Nine people were killed after dozens of shooters arrived in boats and taxis and opened fire at a port in northern Ecuador near the Colombian border, the public prosecutor said on Tuesday. Interior Minister Juan Zapata told the Ecuavisa television channel that the attack was carried out by about 30 heavily armed individuals and was linked to organized‑crime gangs. He said the attackers came in two boats and in vehicles, and that between 1,500 and 2,000 people were present in the port at the time of the morning shooting.
According to Zapata, the violence stemmed from a rivalry between criminal groups: fishermen who “preferred the security” of one organization were targeted by a rival gang in retaliation. The public prosecutor’s tweet confirmed that seven bodies were recovered from the Artisanal Fishing Port in the Esmeraldas district, with two more found at a nearby health centre and taken to the local morgue. One of the taxis used to transport the attackers was discovered abandoned in the port and was seized by police, the prosecutor added in another tweet.
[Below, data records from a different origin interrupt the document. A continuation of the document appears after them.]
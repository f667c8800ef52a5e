"""What is said of a merge, in words that text and figures may share. ASCII throughout."""

from __future__ import annotations

import re
from collections import Counter

from shpb.fitting.weighted_line import Estimate
from shpb.merge.campaign import Merged, MergedMaterial, NotFitted
from shpb.merge.material_curve import RateRange
from shpb.merge.repeats import Repeats
from shpb.merge.temperature import Extreme, Place
from shpb.view.digits import to_uncertainty, uncertainty
from shpb.view.text import printable

_USUAL_STRAIN = 0.10  # shown where several strains have as many conditions
_POWER = re.compile(r"\d(?:\.\d+)?e\+0\d(?!\d)")  # 1.64e+03
_ACROSS = ", or say across_peak=True to fit all the same"  # a choice that the command line does not offer
_CALL = re.compile(r"State it, e\.g\. with_facts\((\w+)=\.\.\.\)")

# Units of facts and parameters for people: SI unit to (unit, factor from SI).
_FOR_PEOPLE = {"Pa": ("MPa", 1e-6), "1": ("", 1.0)}


def for_people(unit: str, size: float) -> tuple[str, float]:
    """Unit in which a number of this SI unit is shown, and the factor to it."""
    if unit == "m" and 0 < size < 1e-6:
        return "nm", 1e9
    if unit == "Pa" and size >= 1e10:
        return "GPa", 1e-9
    return _FOR_PEOPLE.get(unit, (unit, 1.0))


def rate_text(rate_per_s: float) -> str:
    """A rate without unit: three digits, whole numbers from 100 on, no exponent between 0.0001 and 10 million."""
    return f"{rate_per_s:.0f}" if 100 <= rate_per_s < 1e7 else f"{rate_per_s:.3g}"


def kelvin_text(temperature_k: float) -> str:
    """A temperature in kelvin, with the degrees Celsius that labs speak of."""
    return f"{temperature_k:.0f} K ({temperature_k - 273.15:.0f} C)"


def counted(count: int, what: str) -> str:
    """``1 test``, ``2 tests``."""
    return f"{count} {what}{'' if count == 1 else 's'}"


def headline(merged: Merged) -> str:
    """What was merged, in one sentence."""
    ranges = Counter(curve.range for curve in merged.curves)
    names = ", ".join(printable(name) for name in dict.fromkeys(m.material for m in merged.materials))
    return (
        f"{names}: {counted(ranges[RateRange.BAR], 'bar shot')} and "
        f"{counted(ranges[RateRange.QUASI_STATIC], 'quasi-static test')} merged, "
        f"{counted(len(merged.left_out), 'file')} left out."
    )


def choices_sentence(merged: Merged) -> str:
    """How it was merged: what a reader of any number of it must know."""
    settings = merged.settings
    strains = ", ".join(f"{strain:g}" for strain in settings.strains)
    faces = (
        "the bar faces' indentation taken out of the strain of the bars"
        if settings.indentation_out
        else "the bar faces' indentation left in the strain of the bars (quasi-static curves have none)"
    )
    return (
        f"{faces}; true stress at true plastic strain {strains}; shots enter only inside the span that counts; rate "
        f"coefficients C at the reference rate {settings.reference_rate_per_s:g} /s"
    )


def title(material: MergedMaterial) -> str:
    """Name and kind of test of one merged material."""
    return f"{printable(material.material)}, {material.kind.value}"


def chosen_strain(material: MergedMaterial) -> float | None:
    """The plastic strain at which most conditions have a stress, of several the one nearest to 0.1."""
    counts = Counter(row.plastic_strain for row in material.rows)
    if not counts:
        return None
    return max(counts, key=lambda strain: (counts[strain], -abs(strain - _USUAL_STRAIN)))


def span_text(condition: Repeats) -> str:
    """Plastic strains that a condition covers; where its repeats end at different strains, those all of them cover."""
    grid, common = condition.plastic_strain, condition.common_span
    whole = f"{grid[0]:.3f}-{grid[-1]:.3f}"
    if bool(condition.common.all()) or len(condition.curves) == 1:
        return whole
    if common is None:
        return f"{whole}, none in common"
    return f"{whole}, all {common[0]:.3f}-{common[1]:.3f}"


def interval_text(estimate: Estimate, factor: float = 1.0) -> str:
    """Both ends of the 95 % interval, rounded as the estimate is; an open end is said."""
    low, high = (
        to_uncertainty(end * factor, estimate.u * factor) if abs(end) < float("inf") else "no end"
        for end in estimate.interval
    )
    return f"{low} to {high}"


def extreme_words(name: str, extreme: Extreme) -> str:
    """Where a minimum or a peak lies."""
    if extreme.place is not Place.INSIDE or extreme.temperature_k is None or extreme.interval_k is None:
        return f"{name} {extreme.place.value}"
    low, high = (to_uncertainty(end, extreme.u_temperature_k) for end in extreme.interval_k)
    stress = None if extreme.stress_pa is None else extreme.stress_pa / 1e6
    u_stress = None if extreme.u_stress_pa is None else extreme.u_stress_pa / 1e6
    return (
        f"{name} at {to_uncertainty(extreme.temperature_k, extreme.u_temperature_k)} K (u "
        f"{uncertainty(extreme.u_temperature_k)} K, 95 % {low} to {high} K), {to_uncertainty(stress, u_stress)} MPa (u "
        f"{uncertainty(u_stress)} MPa)"
    )


def plain(text: str) -> str:
    """A sentence from the merge, fit for a terminal: no control characters, no powers of ten that can be written out.

    >>> plain("only the rate 1.64e+03 /s")
    'only the rate 1640 /s'
    """
    return _POWER.sub(lambda found: f"{float(found[0]):.0f}", printable(text)).replace("\u2026", "...")


def why_not_fitted(one: NotFitted) -> str:
    """Why a law was not fitted, with the mend as it is typed."""
    return why_in_words(one.model.key, one.why)


def why_in_words(key: str, why: str) -> str:
    """The same, by the key of the law and the reason as it is stored."""
    why = why.removeprefix("points: ").removeprefix(f"{key}: ").replace(_ACROSS, "")
    return _CALL.sub(lambda call: f"State it: --fact {_typed(call[1])}", why)


def reasons_not_fitted(material: MergedMaterial) -> list[tuple[list[str], str]]:
    """Laws that were not fitted by their keys, those with one reason together, and the reason."""
    found: dict[str, list[str]] = {}
    for one in material.not_fitted:
        why = plain(why_not_fitted(one).replace(one.model.name, "the law"))
        found.setdefault(why, []).append(one.model.key)
    return [(keys, why) for why, keys in found.items()]


def _typed(fact: str) -> str:
    """A fact of a law as it stands on the command line, with a value of the right size."""
    for end, unit, example in (("_k", "_C", "1083"), ("_pa", "_GPa", "45"), ("_m", "_nm", "0.256")):
        if fact.endswith(end):
            return f"{fact.removesuffix(end)}{unit}={example}"
    return f"{fact}=..."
The impoverished Esmeraldas province has been under a state of emergency since March 3 because of high levels of crime and violence. Ecuador, situated between Colombia and Peru—the world’s two largest cocaine producers—serves as a transit point for much of the drug trade destined for the United States and Europe. Consequently, the country has experienced a recent surge in drug‑related violence and murders, with the homicide rate nearly doubling from 14 per 100,000 citizens in 2021 to 25 a year later.